Computational Studies of van der Waals Molecules

Paul E. S. Wormer
Institute of Theoretical Chemistry, NSR Center,
University of Nijmegen, Toernooiveld 1,
6525 ED Nijmegen, The Netherlands.

Intermolecular (also known as `van der Waals') forces play an important role in many branches of the physical sciences. Van der Waals molecules are clusters consisting of two or more stable monomers that are held together by van der Waals forces. Because the experimental/theoretical study of Van der Waals molecules gives detailed quantitative information about intermolecular forces, these molecules receive much attention from experimentalists and theoreticians. A pivotal property of a van der Waals molecule is its potential energy surface (PES), which describes the interaction between its monomers as a function of relative coordinates (distances and orientations).

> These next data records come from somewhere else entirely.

import { describe, expect, it } from 'vitest';
import { refusal } from './limits';
import { outcomeFor, outcomeUrl, readOutcome, safeReturnPath, splitRefusals } from './outcome';

describe('safeReturnPath', () => {
	it('keeps back-office paths on this site, with their query', () => {
		expect(safeReturnPath('/manage')).toBe('/manage');
		expect(safeReturnPath('/manage/colonies/NA-01')).toBe('/manage/colonies/NA-01');
		expect(safeReturnPath('/manage/species/narceus?tab=care#photos')).toBe(
			'/manage/species/narceus?tab=care'
		);
	});

	it('refuses other hosts, other areas and tricks that lead off the site', () => {
		for (const value of [
			'',
			null,
			undefined,
			'https://evil.example.com/manage',
			'//evil.example.com/manage',
			'/\\evil.example.com/manage',
			'/manage\\..\\admin',
			'/managers',
			'/admin/users',
			'/',
			'manage/colonies',
			'/manage/../admin',
			'/manage/%2e%2e/admin',
			'/manage\n/x',
			'javascript:alert(1)'
		]) {
			expect(safeReturnPath(value), String(value)).toBeNull();
		}
	});
});

describe('outcome in the query string', () => {
	const colony = { kind: 'colony' as const, id: 12 };

	it('round-trips a saved upload and replaces an earlier outcome', () => {
		const first = outcomeUrl('/manage/colonies/NA-01?tab=log', {
			status: 'refused',
			target: colony,
			refusals: [refusal('a.jpg', 'too_large')]
		});
		const second = outcomeUrl(first, { status: 'saved', target: colony, count: 3 });
		expect(second).toBe(
			'/manage/colonies/NA-01?tab=log&photos=saved&photos_for=colony%3A12&photos_count=3'
		);
		expect(readOutcome(new URL(second, 'http://x'))).toEqual({
			status: 'saved',
			target: colony,
			count: 3
		});
	});

	it('carries codes and file names, and gives back our own sentences and the typed description', () => {
		const url = outcomeUrl('/manage/colonies/NA-01', {
			status: 'refused',
			target: colony,
			refusals: [refusal('', 'too_many_files'), refusal('tub: 3.jpg', 'not_image')],
			altText: 'Adults on cork bark'
		});
		const outcome = readOutcome(new URL(url, 'http://x'))!;
		expect(outcome.refusals).toEqual([
			refusal('', 'too_many_files'),
			refusal('tub: 3.jpg', 'not_image')
		]);
		expect(outcome.altText).toBe('Adults on cork bark');
		expect(splitRefusals(outcome.refusals!).files.map((r) => r.file)).toEqual(['tub: 3.jpg']);
	});

	it('drops codes it does not know, so a crafted link cannot add words', () => {
		const outcome = readOutcome(
			new URL('/manage?photos=refused&photos_refused=Call%20this%20number:x.jpg', 'http://x')
		)!;
		expect(outcome.refusals).toBeUndefined();
		expect(readOutcome(new URL('/manage?photos=hacked', 'http://x'))).toBeNull();
		expect(readOutcome(new URL('/manage', 'http://x'))).toBeNull();
	});

	it('hands a panel only the outcome about its own target or photos', () => {
		const url = new URL(
			outcomeUrl('/manage', { status: 'saved', target: colony, count: 1 }),
			'http://x'
		);
		expect(outcomeFor(url, colony)).not.toBeNull();
		expect(outcomeFor(url, { kind: 'colony', id: 13 })).toBeNull();
		expect(outcomeFor(url, { kind: 'species', id: 12 })).toBeNull();
		const aboutPhoto = new URL(
			outcomeUrl('/manage', {
				status: 'refused',
				target: null,
				photoId: 7,
				refusals: [refusal('', 'alt_too_long')]
			}),
			'http://x'
		);
		expect(outcomeFor(aboutPhoto, colony, [7, 8])?.photoId).toBe(7);
		expect(outcomeFor(aboutPhoto, colony, [8])).toBeNull();
	});
});
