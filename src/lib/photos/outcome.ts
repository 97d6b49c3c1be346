// Without JavaScript, a photo form posts to /manage/photos and is sent back to the
// page it came from with the outcome in the query string. This module writes and
// reads that query. It carries codes, never sentences, so a crafted link cannot put
// words of its own on our page; the sentences come from refusalReason().
import {
	isPhotoRefusalCode,
	MAX_ALT_LENGTH,
	MAX_PHOTOS_PER_BATCH,
	refusal,
	type PhotoRefusal
} from './limits';
import { PHOTO_TARGET_KINDS, type PhotoTarget, type PhotoTargetKind } from './urls';

/** Where a form goes when its return_to is missing or not allowed. */
export const PHOTOS_FALLBACK_PATH = '/manage/photos';

/** The return_to path if it is a back-office page on this site, else null. */
export function safeReturnPath(value: string | null | undefined): string | null {
	if (!value || value.length > 500) return null;
	// Refuse what a browser might read as another host: //host, /\host, control characters.
	if (!value.startsWith('/') || value.startsWith('//') || value.includes('\\')) return null;
	if ([...value].some((c) => c.charCodeAt(0) < 0x20 || c.charCodeAt(0) === 0x7f)) return null;
	const origin = 'http://return.invalid';
	let parsed: URL;
	try {
		parsed = new URL(value, origin);
	} catch {
		return null;
	}
	if (parsed.origin !== origin) return null;
	if (parsed.pathname !== '/manage' && !parsed.pathname.startsWith('/manage/')) return null;
	return parsed.pathname + parsed.search;
}

export type PhotoOutcomeStatus = 'saved' | 'deleted' | 'described' | 'refused';

export interface PhotoOutcome {
	status: PhotoOutcomeStatus;
	target: PhotoTarget | null;
	/** Photos saved by an upload. */
	count?: number;
	/** The photo a delete or description was about. */
	photoId?: number;
	refusals?: PhotoRefusal[];
	/** What was typed as the description, so a refused form gives it back. */
	altText?: string;
}

const PARAMS = [
	'photos',
	'photos_for',
	'photos_count',
	'photos_photo',
	'photos_refused',
	'photos_alt'
];

export function targetKey(target: PhotoTarget): string {
	return `${target.kind}:${target.id}`;
}

/** 'colony:12' back to its target, or null. */
export function parseTargetKey(value: string | null): PhotoTarget | null {
	const match = /^([a-z]+):([1-9][0-9]{0,9})$/.exec(value ?? '');
	if (!match || !(PHOTO_TARGET_KINDS as readonly string[]).includes(match[1]!)) return null;
	return { kind: match[1] as PhotoTargetKind, id: Number(match[2]) };
}

/** `path` with the outcome in its query; any earlier outcome there is replaced. */
export function outcomeUrl(path: string, outcome: PhotoOutcome): string {
	const url = new URL(path, 'http://return.invalid');
	for (const name of PARAMS) url.searchParams.delete(name);
	url.searchParams.set('photos', outcome.status);
	if (outcome.target) url.searchParams.set('photos_for', targetKey(outcome.target));
	if (outcome.count !== undefined) url.searchParams.set('photos_count', String(outcome.count));
	if (outcome.photoId !== undefined) url.searchParams.set('photos_photo', String(outcome.photoId));
	for (const r of (outcome.refusals ?? []).slice(0, MAX_PHOTOS_PER_BATCH + 2))
		url.searchParams.append('photos_refused', `${r.code}:${r.file.slice(0, 120)}`);
	if (outcome.altText) url.searchParams.set('photos_alt', outcome.altText.slice(0, MAX_ALT_LENGTH));
	return url.pathname + url.search;
}

function positiveInt(value: string | null): number | undefined {
	return value && /^[1-9][0-9]{0,9}$/.test(value) ? Number(value) : undefined;
}

/** The outcome in a returned page's URL, or null when there is none (or it is not well formed). */
export function readOutcome(url: URL): PhotoOutcome | null {
	const status = url.searchParams.get('photos');
	if (status !== 'saved' && status !== 'deleted' && status !== 'described' && status !== 'refused')
		return null;
	const refusals: PhotoRefusal[] = [];
	for (const entry of url.searchParams
		.getAll('photos_refused')
		.slice(0, MAX_PHOTOS_PER_BATCH + 2)) {
		const colon = entry.indexOf(':');
		const code = colon < 0 ? entry : entry.slice(0, colon);
		if (!isPhotoRefusalCode(code)) continue;
		refusals.push(refusal(colon < 0 ? '' : entry.slice(colon + 1, colon + 121), code));
	}
	const outcome: PhotoOutcome = {
		status,
		target: parseTargetKey(url.searchParams.get('photos_for'))
	};
	const count = positiveInt(url.searchParams.get('photos_count'));
	if (count !== undefined) outcome.count = count;
	const photoId = positiveInt(url.searchParams.get('photos_photo'));
	if (photoId !== undefined) outcome.photoId = photoId;
	if (refusals.length) outcome.refusals = refusals;
	const alt = url.searchParams.get('photos_alt');
	if (alt) outcome.altText = alt.slice(0, MAX_ALT_LENGTH);
	return outcome;
}

/**
 * The outcome if it is about this target or one of its photos, else null (a page
 * may hold more than one panel).
 */
export function outcomeFor(
	url: URL,
	target: PhotoTarget,
	photoIds: readonly number[] = []
): PhotoOutcome | null {
	const outcome = readOutcome(url);
	if (!outcome) return null;
	if (outcome.target && targetKey(outcome.target) === targetKey(target)) return outcome;
	if (!outcome.target && outcome.photoId !== undefined && photoIds.includes(outcome.photoId))
		return outcome;
	return null;
}

/** Refusals about the whole batch (file '') and about one file, for the form to place. */
export function splitRefusals(refusals: readonly PhotoRefusal[]): {
	batch: PhotoRefusal[];
	files: PhotoRefusal[];
} {
	return {
		batch: refusals.filter((r) => r.file === ''),
		files: refusals.filter((r) => r.file !== '')
	};
}
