export const shippingReport: ReportRunner = async (context) => {
	const service = chosen(context.params, 'service', SERVICES) as Service | '';
	const filters: ReportFilter[] = [
		{
			key: 'service',
			label: 'Service',
			value: service,
			options: [
				{ value: '', label: 'Overnight and two-day' },
				...SERVICES.map((s) => ({ value: s, label: serviceLabels[s] }))
			]
		}
	];

	const [weeks, outcomes, doa] = await Promise.all([
		weeklyFigures(context, service),
		claimFigures(context, service),
		doaFigures(context, service)
	]);
	const range = `${context.from} to ${context.to}`;
	// "No box", "No overnight box", "No two-day box": the filter said in the empty sentences.
	const box = service === '' ? 'box' : `${serviceLabels[service].toLowerCase()} box`;

	const weekRows = weeks.filter((w) => w.week !== null);
	const weekTotals = weeks.find((w) => w.week === null);
	const quiet =
		!weekTotals ||
		(weekTotals.boxes === 0 && weekTotals.held_days === 0 && weekTotals.claims === 0);
	const weekly: ReportSection = {
		id: 'weekly',
		title: 'Week by week',
		lead: 'Boxes handed to the carrier, the packs they took, days orders waited on weather hold, and claims filed.',
		chart: {
			kind: 'bar',
			title: 'Boxes shipped and days on weather hold, by week',
			summary: `Two bars per week from ${range}: boxes shipped, and days orders spent on weather hold (counted in the week the hold began).`,
			labelKey: 'week',
			series: [
				{ key: 'boxes', label: 'Boxes shipped' },
				{ key: 'held_days', label: 'Days on weather hold' }
			],
			unit: 'count'
		},
		table: {
			caption: 'Shipping by week',
			columns: [
				{ key: 'week', label: 'Week', kind: 'week' },
				{ key: 'boxes', label: 'Boxes shipped', kind: 'count' },
				{ key: 'heat', label: 'With heat pack', kind: 'count' },
				{ key: 'cold', label: 'With cold pack', kind: 'count' },
				{ key: 'held_days', label: 'Days on weather hold', kind: 'days' },
				{ key: 'claims', label: 'Claims filed', kind: 'count' }
			],
			...rowsAndTotals(
				quiet ? [] : weekRows.map((w) => ({ ...w })),
				weekTotals && { ...weekTotals, week: 'All weeks' }
			)
		},
		empty: `No ${box} was shipped, held for weather or claimed from ${range}.`
	};

	const outcomeRows = outcomes.filter((o) => o.state !== null);
	const outcomeTotals = outcomes.find((o) => o.state === null);
	const claimRow = (o: OutcomeFigures, outcome: string): ReportRow => ({
		outcome,
		claims: o.claims,
		dead: o.dead,
		...(context.money ? { refunded_cents: o.refunded_cents } : {})
	});
	const claims: ReportSection = {
		id: 'claims',
		title: 'Claims and their outcome',
		lead: 'Claims filed in the range, by where each stands now.',
		chart: {
			kind: 'bar',
			title: 'Claims by outcome',
			summary: `One bar per outcome (open, refunded, reshipped, declined) for claims filed from ${range}.`,
			labelKey: 'outcome',
			series: [{ key: 'claims', label: 'Claims' }],
			unit: 'count'
		},
		table: {
			caption: 'Claims by outcome',
			columns: [
				{ key: 'outcome', label: 'Outcome', kind: 'text' },
				{ key: 'claims', label: 'Claims', kind: 'count' },
				{ key: 'dead', label: 'Dead animals', kind: 'count' },
				...(context.money
					? [{ key: 'refunded_cents', label: 'Refunded', kind: 'cents', money: true } as const]
					: [])
			],
			...rowsAndTotals(
				outcomeTotals && outcomeTotals.claims > 0
					? outcomeRows.map((o) => claimRow(o, claimStateLabels[o.state!]))
					: [],
				outcomeTotals && claimRow(outcomeTotals, 'All claims')
			)
		},
		empty: `No claim was filed on any ${box} from ${range}.`
	};

	const serviceRows = doa.filter((r) => r.service !== null);
	const doaTotals = doa.find((r) => r.service === null && r.region === null);
	const doaService: ReportSection = {
		id: 'doa-service',
		title: 'Dead on arrival by service',
		lead: 'Boxes shipped in the range, and the animals reported dead in them.',
		chart: {
			kind: 'bar',
			title: 'DOA rate by service',
			summary: `One bar per service for boxes shipped from ${range}: the share of live animals reported dead on arrival.`,
			labelKey: 'service',
			series: [{ key: 'rate', label: 'DOA rate' }],
			unit: 'percent'
		},
		table: {
			caption: 'Dead on arrival by service',
			columns: doaColumns('service', 'Service'),
			...rowsAndTotals(
				serviceRows.map((r) => doaRow(r, 'service', serviceLabels[r.service!])),
				doaTotals && doaRow(doaTotals, 'service', 'All services')
			)
		},
		empty: `No ${box} was shipped from ${range}.`
	};

	const climateRows = doa.filter((r) => r.region !== null);
	const doaClimate: ReportSection = {
		id: 'doa-climate',
		title: 'Dead on arrival by climate region',
		lead: "Where the boxes went, by NOAA NCEI's nine climate regions of the contiguous US.",
		chart: {
			kind: 'bar',
			horizontal: true,
			title: 'DOA rate by climate region',
			summary: `One bar per climate region that boxes went to from ${range}: the share of live animals reported dead on arrival.`,
			labelKey: 'region',
			series: [{ key: 'rate', label: 'DOA rate' }],
			unit: 'percent'
		},
		table: {
			caption: 'Dead on arrival by climate region',
			columns: doaColumns('region', 'Climate region'),
			...rowsAndTotals(
				climateRows.map((r) => doaRow(r, 'region', r.region!)),
				doaTotals && doaRow(doaTotals, 'region', 'All regions')
			)
		},
		empty: `No ${box} was shipped from ${range}.`
	};

	return {
		filters,
		sections: [weekly, claims, doaService, doaClimate],
		notes: [
			`Weeks run Monday to Sunday in the shop's time zone (${context.timeZone}). A box counts in the week it was marked shipped, a claim in the week it was filed.`,
			'Heat and cold packs count the boxes that went out with one.',
			'Days on weather hold run from the day an order was put on hold to the day it next changed state, in whole calendar days; a hold still on counts to today. They count in the week the hold began, even when the hold ran past the range.',
			'Claims are grouped by where they stand now. Dead animals are what the customer reported; refunded is the claim’s refund that went through.',
			'DOA rate: animals reported dead on claims that were not declined, over the live animals packed in the boxes shipped in the range (a group of 10 counted as 10, less any put back into stock). A claim filed after the range still counts against its box.',
			"Climate regions are NOAA NCEI's nine regions of the contiguous US, by the ship-to state. DC counts with the Northeast; Alaska and Hawaii count as outside the contiguous US."
		]
	};
};
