/** Every measure of the running shop, in the order the bench takes them. */
export async function measureShop(options: ShopBenchOptions): Promise<ShopFigures> {
	const { base, db, farPage, say } = options;
	const load: LoadSettings = {
		connections: CANNON.connections,
		timeoutSeconds: REQUEST_TIMEOUT_MS / 1000,
		serverLog: options.serverLog
	};
	const page1 = `${base}${CATALOGUE_PATH}`;
	const catalogueScripts = await pageJavaScript(page1);
	// The smallest script the page loads: an immutable file sirv serves from disk.
	const smallest = catalogueScripts.reduce((a, b) => (b.rawBytes < a.rawBytes ? b : a));
	const listing = await cartListing(db);
	const listingUrl = `${base}/listings/${encodeURIComponent(listing.slug)}`;
	const listingScripts = await pageJavaScript(listingUrl);

	say(
		`throughput: ${CANNON.connections} connections, ${CANNON.warmupSeconds} s warm-up each, then ` +
			`${CANNON.rounds} rounds of ${CANNON.roundSeconds} s of the page and the file in turn…`
	);
	const pageAndFile = await alternatingRounds(
		[
			{ label: 'catalogue', url: page1 },
			{ label: 'static file', url: smallest.url }
		],
		{ rounds: CANNON.rounds, seconds: CANNON.roundSeconds, warmupSeconds: CANNON.warmupSeconds },
		load
	);
	const pageRps = pooledRate(pageAndFile.a);
	const staticRps = pooledRate(pageAndFile.b);

	say(
		`tail: page 1 at ${TAIL.connections} connections, ${TAIL.seconds} s after a ${TAIL.warmupSeconds} s warm-up…`
	);
	const tailLoad = { ...load, connections: TAIL.connections };
	const catalogue = { label: 'catalogue', url: page1 };
	await loadRound(catalogue, TAIL.warmupSeconds, tailLoad);
	const tailRound = await loadRound(catalogue, TAIL.seconds, tailLoad, true);
	const tail8 = tail(tailRound.latencies);

	say(
		`cart: ${CART.carts} guest carts adding ${CART.quantity} of ${listing.slug} (${listing.onOffer} on offer) ` +
			`beside /api/health, ${CANNON.rounds} rounds of ${CANNON.roundSeconds} s each in turn…`
	);
	const cart = await cartAgainstHealth(options, listing, load);
	const addRps = pooledRate(cart.add);
	const healthRps = pooledRate(cart.health);

	say(`following rel="next" from page 1 to page ${farPage}…`);
	let since = performance.now();
	const farUrl = await walkTo(page1, farPage, say);
	say(`reached page ${farPage} in ${seconds(since)}`);
	say(`latency: ${LATENCY.samples} sequential requests of page 1 and page ${farPage} in turn…`);
	const [nearTimes = [], farTimes = []] = await latencies([page1, farUrl]);
	const p95Near = percentile(nearTimes, 95);
	const p95Far = percentile(farTimes, 95);

	say(
		`lab vitals: ${VITALS.rounds} cold loads each of / and ${new URL(listingUrl).pathname} at ` +
			`${VITALS.viewports.map((v) => `${v.width}×${v.height}`).join(' and ')}, in turn…`
	);
	since = performance.now();
	const vitals = await labVitals([
		{ label: 'home', url: `${base}/` },
		{ label: 'listing', url: listingUrl }
	]);
	if (vitals) say(`vitals measured in ${seconds(since)}`);

	const catalogueJs = scriptTotals(page1, catalogueScripts);
	const listingJs = scriptTotals(listingUrl, listingScripts);
	return {
		measuredAt: new Date().toISOString(),
		server: base,
		machine: { cpus: os.cpus().length, loadAverage: os.loadavg(), node: process.version },
		throughput: {
			connections: CANNON.connections,
			warmupSeconds: CANNON.warmupSeconds,
			catalogue: { url: page1, rounds: roundsOnly(pageAndFile.a), requestsPerSecond: pageRps },
			staticFile: {
				url: smallest.url,
				bytes: smallest.rawBytes,
				rounds: roundsOnly(pageAndFile.b),
				requestsPerSecond: staticRps
			},
			ratio: ratio(pageRps, staticRps)
		},
		deepPage: {
			page: farPage,
			url: farUrl,
			requests: LATENCY.samples,
			page1: { p50Ms: percentile(nearTimes, 50), p95Ms: p95Near },
			far: { p50Ms: percentile(farTimes, 50), p95Ms: p95Far },
			ratio: ratio(p95Far, p95Near)
		},
		tail: {
			url: page1,
			connections: TAIL.connections,
			seconds: tailRound.seconds,
			answers: tailRound.answers,
			p50Ms: tail8.p50,
			p99Ms: tail8.p99,
			ratio: tail8.ratio
		},
		cart: {
			connections: CANNON.connections,
			warmupSeconds: CANNON.warmupSeconds,
			listing,
			carts: CART.carts,
			quantityPerAdd: CART.quantity,
			maxRequestsPerRound: cart.maxRequestsPerRound,
			add: { url: `${base}/api/cart`, rounds: cart.add, requestsPerSecond: addRps },
			health: { url: `${base}/api/health`, rounds: cart.health, requestsPerSecond: healthRps },
			ratio: ratio(addRps, healthRps)
		},
		javascript: {
			catalogue: catalogueJs,
			listing: listingJs,
			listingToCatalogue: ratio(listingJs.gzipBytes, catalogueJs.gzipBytes)
		},
		vitals: vitals && {
			browser: VITALS.chromium,
			loadsEach: VITALS.rounds,
			settleMs: VITALS.settleMs,
			goodLcpMs: LCP_GOOD_MS,
			goodCls: CLS_GOOD,
			pages: vitals.map((v) => ({
				...v,
				lcpToGood: v.lcpMs / LCP_GOOD_MS,
				clsToGood: v.cls / CLS_GOOD
			}))
		}
	};
}
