function makeBuyers(rng: DemoRandom, count: number): Buyer[] {
	const stateSums = cumulative(STATE_CLIMATES.map((c) => c.populationM));
	const buyers: Buyer[] = [];
	for (let i = 0; i < count; i++) {
		const state = (STATE_CLIMATES[pickCumulative(rng, stateSums)] as (typeof STATE_CLIMATES)[0])
			.state;
		const place = rng.pick(statePlaces(state));
		const first = rng.pick(FIRST_NAMES);
		const last = rng.pick(LAST_NAMES);
		buyers.push({
			email: `${first}.${last}.${i + 1}@example.test`.toLowerCase(),
			name: `${first} ${last}`,
			line1: `${rng.int(10, 9899)} ${rng.pick(STREETS)} ${rng.pick(STREET_KINDS)}`,
			line2: rng.next() < 0.15 ? `Apt ${rng.int(1, 40)}` : '',
			city: place.city,
			state,
			zip: place.zip
		});
	}
	return buyers;
}

/** How likely a buyer orders on a day their weather allows live shipping only with luck. */
function willingness(state: string, day: string, t: ShipThresholds): number {
	const normal = normalOn(state, day);
	let factor = 1;
	if (normal.lowF < t.holdBelowF) factor *= 0.15;
	else if (normal.lowF < t.heatPackBelowF - 10) factor *= 0.7;
	if (normal.highF > t.holdAboveF) factor *= 0.3;
	else if (normal.highF > t.coldPackAboveF + 5) factor *= 0.8;
	return factor;
}

/** The first day on or after `from` a box of supplies only can go out on and arrive by. */
function supplyShipDay(from: string, service: Service, closed: readonly string[]) {
	let day = from;
	for (let i = 0; i < 30; i++) {
		const delivery = deliveryDateFor(day, service, closed);
		if (delivery !== null) return { shipDate: day, deliveryDate: delivery };
		day = addDays(day, 1);
	}
	throw new Error(`bench orders: no ship day within 30 days of ${from}`);
}

// ---------------------------------------------------------------- the plan

/** Records a step of an order's story, unless it would happen after the cutoff. */
type Move = (
	toState: OrderState,
	atMs: number,
	actorKind: ActorKind,
	actor: BenchActor,
	note: string
) => PlannedEvent | null;

interface Draft extends Omit<PlannedOrder, 'number'> {
	/** Filled in once every order is placed in time and numbered. */
	paidEvent: PlannedEvent | null;
	shippedEvent: PlannedEvent | null;
	reshipDraft: Draft | null;
	reshipOfDraft: Draft | null;
	buyerIndex: number;
	placedMs: number;
	seq: number;
}
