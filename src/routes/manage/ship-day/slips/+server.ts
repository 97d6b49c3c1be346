// A ship day's slips in one PDF, in ship order (overnight first, then two-day, then by
// order number). GET draws up to SLIP_SYNC_LIMIT boxes while the keeper waits; POST
// queues a batch job for any day (the way for bigger ones) and answers with where to
// watch it: JSON for the page's script, a redirect to the progress page without one.
import { json, redirect } from '@sveltejs/kit';
import { env } from '$env/dynamic/private';
import { siteOrigin } from '$lib/catalogue/crawl';
import { formatCount } from '$lib/format/labels';
import { formatShopDate, parseIsoDate, type IsoDate } from '$lib/format/dates';
import { SLIP_SYNC_LIMIT } from '$lib/fulfilment/slip-rules';
import { requireRole } from '$lib/server/auth/guard';
import { clientAddress } from '$lib/server/auth/requests';
import { getDb } from '$lib/server/db';
import { createSlipBatch, slipBatchView } from '$lib/server/fulfilment/slip-batches';
import {
	loadSlipOrders,
	slipOrderIdsForDay,
	slipPaperOf,
	SlipRefused
} from '$lib/server/fulfilment/slip-data';
import { pdfResponse, refusalResponse, wantsHtml } from '$lib/server/fulfilment/slip-responses';
import { renderSlipsPdf } from '$lib/server/fulfilment/slips-pdf';
import type { RequestHandler } from './$types';

/** The ?date= of the request as a calendar day, or null. */
function dayOf(url: URL): IsoDate | null {
	const value = url.searchParams.get('date') ?? '';
	try {
		parseIsoDate(value);
		return value;
	} catch {
		return null;
	}
}

const toShipDays = { href: '/manage/ship-day', label: 'Back to the ship day' };

function shipDayLink(date: IsoDate) {
	return { href: `/manage/ship-day?date=${date}`, label: 'Back to the ship day' };
}

export const GET: RequestHandler = async (event) => {
	requireRole(event, 'keeper');
	const date = dayOf(event.url);
	if (!date)
		return refusalResponse(
			event.request,
			400,
			'Say which ship day to print, as ?date=YYYY-MM-DD.',
			toShipDays
		);
	const db = getDb();
	const orderIds = await slipOrderIdsForDay(db, date);
	const day = formatShopDate(date, 'UTC');
	if (orderIds.length === 0)
		return refusalResponse(
			event.request,
			404,
			`No boxes are scheduled or packed for ${day}.`,
			shipDayLink(date)
		);
	if (orderIds.length > SLIP_SYNC_LIMIT)
		return refusalResponse(
			event.request,
			409,
			`${day} has ${formatCount(orderIds.length, 'box', 'boxes')}: more than ${SLIP_SYNC_LIMIT} are drawn as a batch in the background. Use “Make the day’s slips” on the ship-day page.`,
			shipDayLink(date)
		);
	try {
		const [orders, paper] = await Promise.all([
			loadSlipOrders(db, orderIds, { origin: siteOrigin(env.ORIGIN, event.url) }),
			slipPaperOf(db)
		]);
		return pdfResponse(await renderSlipsPdf(orders, { paper }), `slips-${date}.pdf`);
	} catch (failure) {
		if (failure instanceof SlipRefused)
			return refusalResponse(event.request, 409, failure.message, shipDayLink(date));
		throw failure;
	}
};

export const POST: RequestHandler = async (event) => {
	const me = requireRole(event, 'keeper');
	const date = dayOf(event.url);
	if (!date)
		return refusalResponse(
			event.request,
			400,
			'Say which ship day to print, as ?date=YYYY-MM-DD.',
			toShipDays
		);
	const outcome = await createSlipBatch(
		getDb(),
		{ userId: me.id, ip: clientAddress(event) },
		date,
		{ origin: siteOrigin(env.ORIGIN, event.url) }
	);
	if (!outcome.ok)
		return refusalResponse(event.request, outcome.status, outcome.reason, shipDayLink(date));
	const view = slipBatchView(outcome.batch);
	if (wantsHtml(event.request)) redirect(303, view.progressUrl);
	return json(view, { status: 202 });
};
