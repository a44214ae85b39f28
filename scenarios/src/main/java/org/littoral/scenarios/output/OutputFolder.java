package org.littoral.scenarios.output;

import com.fasterxml.jackson.databind.JsonNode;
import com.fasterxml.jackson.databind.ObjectMapper;
import com.fasterxml.jackson.databind.SerializationFeature;
import com.fasterxml.jackson.databind.node.ArrayNode;
import com.fasterxml.jackson.databind.node.ObjectNode;
import java.io.IOException;
import java.io.PrintStream;
import java.nio.file.AccessDeniedException;
import java.nio.file.FileStore;
import java.nio.file.FileSystemException;
import java.nio.file.Files;
import java.nio.file.Path;
import java.nio.file.attribute.FileTime;
import java.time.Instant;
import java.util.ArrayList;
import java.util.Comparator;
import java.util.List;
import java.util.Locale;
import java.util.TreeSet;
import java.util.stream.Stream;
import org.littoral.scenarios.input.InputText;
import org.littoral.scenarios.input.Shown;
import org.littoral.scenarios.input.UserInputException;
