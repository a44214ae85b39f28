package org.littoral.model.linear;

import java.util.ArrayList;
import java.util.List;
import org.littoral.model.field.Background;
import org.littoral.model.grid.HorizontalGrid;
import org.littoral.model.thermo.Thermo;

In the present talk three examples will be discussed of theoretical work recently performed in Nijmegen. The first example is the weakly bound van der Waals molecule argon-methane. Its PES was calculated and from this also the rovibrational quantum mechanical motion of its monomers. Energy differences between the rovibrational states are typically a few tens of reciprocal centimeters and were seen experimentally by R. Miller (Chapel Hill, USA) as sidebands of the vibrational methane v3 transition. The second example is the hydrogen-bonded water dimer. Again, its PES and rovibrational spectrum were calculated. The spectrum is compared with the experimental far-infrared spectrum of R. Saykally and coworkers (Berkeley, USA). The talk will be ended with a few words about ongoing computational studies of the acidic dissociation of HCl in clusters of four and five water molecules.